------ THE RECORDS

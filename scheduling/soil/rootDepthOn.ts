import { GRASSES, type GrassFamily, type GrassId } from '@/scheduling/grass';
import { civilDayParts, daysBetween, requireRange, type CivilDay } from '@/scheduling/units';
import type { Assumption } from '@/scheduling/weather';
import { establishedRootDepth, seededRootDepthM } from './roots';
import { availableWaterMm, type SoilTexture } from './texture';

/**
 * Part of the full rooting depth that works in each month of the northern hemisphere, January first [–]. Roots of cool-season grass die back in hot soil
 * and are longest in spring; those of warm-season grass are longest in summer and work little while it rests (common practice; extension turf guides).
 */
export const SEASONAL_ROOT_SHARE: Readonly<Record<GrassFamily, readonly number[]>> = {
  cool: [0.9, 0.9, 0.95, 1, 1, 0.95, 0.85, 0.8, 0.85, 0.9, 0.95, 0.9],
  warm: [0.7, 0.7, 0.75, 0.85, 0.95, 1, 1, 1, 0.95, 0.85, 0.75, 0.7],
};
export const SEASONAL_ROOT_SOURCE = 'default, common practice: cool-season roots are longest in spring and die back in hot soil, warm-season roots are longest in summer';

const MID_MONTH_DAY = 15;
const MONTH_DAYS = 30.4;

/**
 * Part of the full rooting depth that works on a day, in a straight line between the middles of the months; half a year apart in the southern hemisphere.
 * @returns 0.7-1 [–]
 */
export function seasonalRootShare(family: GrassFamily, on: CivilDay, latitudeDeg: number): number {
  requireRange('latitudeDeg', latitudeDeg, -90, 90);
  const { month, day } = civilDayParts(on);
  const shares = SEASONAL_ROOT_SHARE[family];
  const place = month - 1 + (day - MID_MONTH_DAY) / MONTH_DAYS + (latitudeDeg < 0 ? 6 : 0);
  const before = Math.floor(place);
  const part = place - before;
  const at = (index: number) => shares[((index % 12) + 12) % 12] ?? 1;
  return at(before) * (1 - part) + at(before + 1) * part;
}

/** Input of `rootDepthOn`. */
export interface RootDepthInput {
  grass: GrassId;
  texture: SoilTexture;
  /** Probed depth of the grown lawn [m]. */
  probedM?: number | null;
  /** Day of sowing; null for an established lawn. */
  sownOn?: CivilDay | null;
  on: CivilDay;
  /** Tells the season; null leaves it out. */
  latitudeDeg?: number | null;
}

/** Rooting depth of a lawn on a day, and what it holds. */
export interface RootDepthOn {
  rootDepthM: number;
  /** Full depth of the grown lawn [m]. */
  fullDepthM: number;
  /** Part of it by season [–]. */
  seasonalShare: number;
  /** TAW for that depth [mm]. */
  totalAvailableMm: number;
  assumptions: Assumption[];
}

/**
 * Rooting depth of a home lawn by species, age and season, with the water it holds: 0.10 to 0.30 m where nobody probed.
 * @throws PhysicsError for impossible input, with the field named
 * Sources: the grass's own (`GRASSES`), `seededRootDepthM` for age, `SEASONAL_ROOT_SHARE` for season
 */
export function rootDepthOn({ grass, texture, probedM = null, sownOn = null, on, latitudeDeg = null }: RootDepthInput): RootDepthOn {
  const full = establishedRootDepth(grass, texture, probedM);
  const assumptions: Assumption[] = [];
  if (full.isDefault) assumptions.push({ field: 'rootDepthM', method: `roots of ${full.rootDepthM} m taken for this grass and soil`, source: full.source });
  // A probed depth is what there was on the day of the probe: the season does not come on top of it.
  const seasonalShare = latitudeDeg === null || !full.isDefault ? 1 : seasonalRootShare(GRASSES[grass].family, on, latitudeDeg);
  if (seasonalShare < 1) assumptions.push({ field: 'rootDepthM', method: 'roots shorter by the season', source: SEASONAL_ROOT_SOURCE });
  const grownM = full.rootDepthM * seasonalShare;
  const rootDepthM = sownOn === null ? grownM : seededRootDepthM(daysBetween(sownOn, on), grownM);
  if (rootDepthM < grownM) assumptions.push({ field: 'rootDepthM', method: 'roots grow from the moist inch to full depth in 90 days', source: 'common practice' });
  return { rootDepthM, fullDepthM: full.rootDepthM, seasonalShare, totalAvailableMm: availableWaterMm(texture, rootDepthM), assumptions };
}
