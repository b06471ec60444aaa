import { useRouter, type Href } from 'expo-router';
import { useEffect, type ReactElement } from 'react';
import { errorMessage } from '@/components/data/apiError';
import { keys } from '@/components/data/keys';
import { resumeSession, useSession } from '@/components/data/session';
import { useSignOut } from '@/components/data/useAccount';
import { useRead, useWrite } from '@/components/data/useApi';
import { Button } from '@/components/ui/Button';
import { ErrorState } from '@/components/ui/ErrorState';
import { LinkButton } from '@/components/ui/LinkButton';
import { Notice } from '@/components/ui/Notice';
import { Row } from '@/components/ui/Row';
import { Screen } from '@/components/ui/Screen';
import { Skeleton } from '@/components/ui/Skeleton';
import { Stack } from '@/components/ui/Stack';
import { Text } from '@/components/ui/Text';
import type { InvitationPreviewResponse } from '@/shared/contracts/yards';
import type { Role } from '@/shared/contracts/common';

const parts: Record<Role, string> = {
  owner: 'As an owner you see and change everything and answer proposals.',
  helper: 'As a helper you see what is to do today, run rounds and write down rain. Settings stay with the owner.',
  consultant: 'As a consultant you see the whole yard, edit its facts and propose doses for seeded ground. The owner accepts or declines.',
};

/** Where the link of an invitation leads. */
export function InvitationScreen({ token }: { token: string | undefined }): ReactElement {
  const session = useSession();
  useEffect(() => {
    void resumeSession();
  }, []);
  const preview = useRead<InvitationPreviewResponse>(keys.invitation(token ?? ''), `/invitations/${encodeURIComponent(token ?? '')}`, { anonymous: true, enabled: token !== undefined && token !== '' });
  if (token === undefined || token === '' || preview.isError) {
    return (
      <Screen title="Invitation" headline="This invitation does not open" width="form">
        <ErrorState title="The link is not whole, was used, or is over" detail={preview.error ? errorMessage(preview.error) : undefined} kept="Ask the owner of the yard for a new invitation."
          actions={<LinkButton label="Go to the front page" href="/" />} />
      </Screen>
    );
  }
  if (!preview.data || session.status === 'unknown') {
    return <Screen title="Invitation" width="form"><Skeleton label="Loading the invitation" lines={4} /></Screen>;
  }
  return (
    <Screen title="Invitation" headline={`${preview.data.invitedBy ?? 'An owner'} invites you to ${preview.data.yardName}`} width="form">
      <Stack gap={16}>
        <Text>{parts[preview.data.role]}</Text>
        {session.status === 'signed_in'
          ? <Accept token={token} preview={preview.data} myEmail={session.me.email} />
          : <SignInFirst token={token} email={preview.data.email} />}
      </Stack>
    </Screen>
  );
}

function SignInFirst({ token, email }: { token: string; email: string }): ReactElement {
  const next = encodeURIComponent(`/invitation?token=${token}`);
  return (
    <Stack gap={12}>
      <Text color="inkSoft">{`The invitation is for ${email}. Sign in with that address, or make an account with it.`}</Text>
      <Row>
        <LinkButton kind="sun" label="Make an account" href={`/sign-up?email=${encodeURIComponent(email)}&next=${next}` as Href} />
        <LinkButton label="Sign in" href={`/sign-in?next=${next}` as Href} />
      </Row>
      <Text variant="small">After confirming a new account, open the invitation once more from its mail.</Text>
    </Stack>
  );
}

function Accept({ token, preview, myEmail }: { token: string; preview: InvitationPreviewResponse; myEmail: string }): ReactElement {
  const router = useRouter();
  const signOut = useSignOut();
  const accept = useWrite<{ yardId: string }, void>(() => ({ method: 'POST', path: '/invitations/accept', body: { token } }), { stale: [keys.yards, keys.portfolio] });
  const decline = useWrite<{ done: true }, void>(() => ({ method: 'POST', path: '/invitations/decline', body: { token } }));
  if (myEmail !== preview.email) {
    return (
      <Notice tone="info" title="Another address" actions={<Button label="Sign out" onPress={() => void signOut()} />}>
        {`The invitation is for ${preview.email}; you are signed in as ${myEmail}.`}
      </Notice>
    );
  }
  if (decline.isSuccess) {
    return <Text>Declined. The owner is told nothing else about you.</Text>;
  }
  const error = accept.error ?? decline.error;
  return (
    <Stack gap={12}>
      {error ? <Notice tone="problem">{errorMessage(error)}</Notice> : null}
      <Row>
        <Button kind="sun" label="Join this yard" pending={accept.isPending}
          onPress={() => accept.mutate(undefined, { onSuccess: ({ yardId }) => router.replace(`/yards/${yardId}/today` as Href) })} />
        <Button label="No, thank you" pending={decline.isPending} onPress={() => decline.mutate(undefined)} />
      </Row>
    </Stack>
  );
}
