import { requirePositive, requireRange } from '@/scheduling/units';

/** The nine textures of FAO-56 table 19. */
export const SOIL_TEXTURES = [
  'sand', 'loamy_sand', 'sandy_loam', 'loam', 'silt_loam', 'silt', 'silty_clay_loam', 'silty_clay', 'clay',
] as const;

export type SoilTexture = (typeof SOIL_TEXTURES)[number];

/** A published range, both ends included. */
export type Range = readonly [low: number, high: number];

/** Published ranges of one texture. */
export interface SoilTextureRanges {
  /** θFC [m³/m³] */
  fieldCapacity: Range;
  /** θWP [m³/m³] */
  wiltingPoint: Range;
  /** θFC − θWP [m³/m³] */
  available: Range;
  /** Readily evaporable water of the top 0.1 m [mm]. */
  rewMm: Range;
  /** Total evaporable water of the top 0.1 m [mm]. */
  tewMm: Range;
}

/** FAO-56 table 19. */
export const SOIL_TEXTURE_RANGES: Readonly<Record<SoilTexture, SoilTextureRanges>> = {
  sand: { fieldCapacity: [0.07, 0.17], wiltingPoint: [0.02, 0.07], available: [0.05, 0.11], rewMm: [2, 7], tewMm: [6, 12] },
  loamy_sand: { fieldCapacity: [0.11, 0.19], wiltingPoint: [0.03, 0.1], available: [0.06, 0.12], rewMm: [4, 8], tewMm: [9, 14] },
  sandy_loam: { fieldCapacity: [0.18, 0.28], wiltingPoint: [0.06, 0.16], available: [0.11, 0.15], rewMm: [6, 10], tewMm: [15, 20] },
  loam: { fieldCapacity: [0.2, 0.3], wiltingPoint: [0.07, 0.17], available: [0.13, 0.18], rewMm: [8, 10], tewMm: [16, 22] },
  silt_loam: { fieldCapacity: [0.22, 0.36], wiltingPoint: [0.09, 0.21], available: [0.13, 0.19], rewMm: [8, 11], tewMm: [18, 25] },
  silt: { fieldCapacity: [0.28, 0.36], wiltingPoint: [0.12, 0.22], available: [0.16, 0.2], rewMm: [8, 11], tewMm: [22, 26] },
  silty_clay_loam: { fieldCapacity: [0.3, 0.37], wiltingPoint: [0.17, 0.24], available: [0.13, 0.18], rewMm: [8, 11], tewMm: [22, 27] },
  silty_clay: { fieldCapacity: [0.3, 0.42], wiltingPoint: [0.17, 0.29], available: [0.13, 0.19], rewMm: [8, 12], tewMm: [22, 28] },
  clay: { fieldCapacity: [0.32, 0.4], wiltingPoint: [0.2, 0.24], available: [0.12, 0.2], rewMm: [8, 12], tewMm: [22, 29] },
};

/** How coarse a texture is, for the adjustment of the depletion fraction and of intake. */
export type SoilClass = 'coarse' | 'medium' | 'fine';

const SOIL_CLASSES: Readonly<Record<SoilTexture, SoilClass>> = {
  sand: 'coarse', loamy_sand: 'coarse', sandy_loam: 'medium', loam: 'medium', silt_loam: 'medium', silt: 'medium',
  silty_clay_loam: 'fine', silty_clay: 'fine', clay: 'fine',
};

/** Water figures of one texture, taken from the middle of the published ranges, which stay beside them. */
export interface SoilWater {
  texture: SoilTexture;
  soilClass: SoilClass;
  /** θFC, middle of its range [m³/m³] */
  fieldCapacity: number;
  /** θWP = θFC less the middle of the range of available water [m³/m³]; lies in its own published range. */
  wiltingPoint: number;
  /** Available water [mm per m of depth]. */
  availableMmPerM: number;
  rewMm: number;
  tewMm: number;
  ranges: SoilTextureRanges;
  source: string;
}

const middle = ([low, high]: Range): number => (low + high) / 2;

/** True for a known texture id. */
export function isSoilTexture(value: unknown): value is SoilTexture {
  return typeof value === 'string' && (SOIL_TEXTURES as readonly string[]).includes(value);
}

/**
 * Field capacity, wilting point and evaporable water of a texture.
 * The wilting point follows from field capacity and the range of available water, because the mid-range wilting point of silt would leave
 * less available water than the table gives; worked examples of FAO-56 (sandy loam 0.23/0.10, loamy sand 0.15/0.06) come out the same.
 * Source: FAO-56 table 19
 */
export function soilWater(texture: SoilTexture): SoilWater {
  const ranges = SOIL_TEXTURE_RANGES[texture];
  const fieldCapacity = middle(ranges.fieldCapacity);
  const available = middle(ranges.available);
  return {
    texture,
    soilClass: SOIL_CLASSES[texture],
    fieldCapacity,
    wiltingPoint: fieldCapacity - available,
    availableMmPerM: 1000 * available,
    rewMm: middle(ranges.rewMm),
    tewMm: middle(ranges.tewMm),
    ranges,
    source: 'FAO-56 table 19, middle of the range',
  };
}

/**
 * Total available water of a root zone.
 * @param fieldCapacity - θFC [m³/m³]
 * @param wiltingPoint - θWP [m³/m³], below θFC
 * @param rootDepthM - Zr [m]
 * @returns TAW [mm]
 * @throws PhysicsError for contents out of order or a depth that is not positive
 * Equation: FAO-56 (82)
 */
export function totalAvailableWaterMm(fieldCapacity: number, wiltingPoint: number, rootDepthM: number): number {
  requireRange('fieldCapacity', fieldCapacity, 0, 1);
  requireRange('wiltingPoint', wiltingPoint, 0, fieldCapacity);
  requirePositive('rootDepthM', rootDepthM);
  return 1000 * (fieldCapacity - wiltingPoint) * rootDepthM;
}

/** Total available water of a texture for a rooting depth. @returns TAW [mm]. Equation: FAO-56 (82) */
export function availableWaterMm(texture: SoilTexture, rootDepthM: number): number {
  const { fieldCapacity, wiltingPoint } = soilWater(texture);
  return totalAvailableWaterMm(fieldCapacity, wiltingPoint, rootDepthM);
}

/**
 * Total evaporable water of the surface layer.
 * @param layerM - Ze, 0.10-0.15 [m]
 * @returns TEW [mm]
 * Equation: FAO-56 (73)
 */
export function totalEvaporableWaterMm(fieldCapacity: number, wiltingPoint: number, layerM: number): number {
  return 1000 * (fieldCapacity - 0.5 * wiltingPoint) * layerM;
}
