import { GRASSES, type GrassId } from '@/scheduling/grass';
import { requirePositive, requireRange } from '@/scheduling/units';
import { soilWater, type SoilTexture } from './texture';

/** Depth from which a seedling drinks: the moist inch of a seedbed [m]. Iowa State Extension. */
export const SEEDBED_DEPTH_M = 0.025;
/** Roots of a fine soil in a home lawn stop about here [m]. Texas A&M: a clay root zone is often 6 in. */
export const FINE_SOIL_ROOT_LIMIT_M = 0.15;
/** Days from sowing during which roots stay in the moist inch [d]. Common practice. */
export const SEEDLING_DAYS = 14;
/** Days from sowing to full rooting depth: two months of tending and one more [d]. Common practice. */
export const FULL_ROOT_DAYS = 90;

/** A rooting depth with where it comes from. */
export interface RootDepth {
  rootDepthM: number;
  isDefault: boolean;
  source: string;
}

/**
 * Rooting depth of an established zone: what was probed, else the default of the grass, no deeper than a fine soil lets roots go.
 * @param probedM - measured depth [m], null when nobody looked
 * @throws PhysicsError for a depth outside 0.02-1.5 m
 */
export function establishedRootDepth(grass: GrassId, texture: SoilTexture, probedM: number | null): RootDepth {
  if (probedM !== null) return { rootDepthM: requireRange('rootDepthM', probedM, 0.02, 1.5), isDefault: false, source: 'probed' };
  const { rootDepthM, rootDepthSource } = GRASSES[grass];
  if (soilWater(texture).soilClass === 'fine' && rootDepthM > FINE_SOIL_ROOT_LIMIT_M) {
    return { rootDepthM: FINE_SOIL_ROOT_LIMIT_M, isDefault: true, source: 'a clay root zone is often 6 in (Texas A&M)' };
  }
  return { rootDepthM, isDefault: true, source: rootDepthSource };
}

/**
 * Rooting depth of a sowing: the moist inch for two weeks, then in a straight line to the full depth at 90 days.
 * @param daysSinceSowing - 0 on the day of sowing; negative before it (bare ground) [d]
 * @param fullDepthM - depth of the same zone when established [m]
 * @returns [m]
 */
export function seededRootDepthM(daysSinceSowing: number, fullDepthM: number): number {
  requirePositive('fullDepthM', fullDepthM);
  const start = Math.min(SEEDBED_DEPTH_M, fullDepthM);
  const grown = Math.min(1, Math.max(0, (daysSinceSowing - SEEDLING_DAYS) / (FULL_ROOT_DAYS - SEEDLING_DAYS)));
  return start + (fullDepthM - start) * grown;
}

------------

DIRECTIONS:
Check each line of the entries, and copy the ones that contain "data".

RESULT OF THE TASK:
import { errorMessage } from '@/components/data/apiError';
import { keys } from '@/components/data/keys';
import { resumeSession, useSession } from '@/components/data/session';
import { useSignOut } from '@/components/data/useAccount';
import { useRead, useWrite } from '@/components/data/useApi';
  if (!preview.data || session.status === 'unknown') {
    <Screen title="Invitation" headline={`${preview.data.invitedBy ?? 'An owner'} invites you to ${preview.data.yardName}`} width="form">
        <Text>{parts[preview.data.role]}</Text>
          ? <Accept token={token} preview={preview.data} myEmail={session.me.email} />
          : <SignInFirst token={token} email={preview.data.email} />}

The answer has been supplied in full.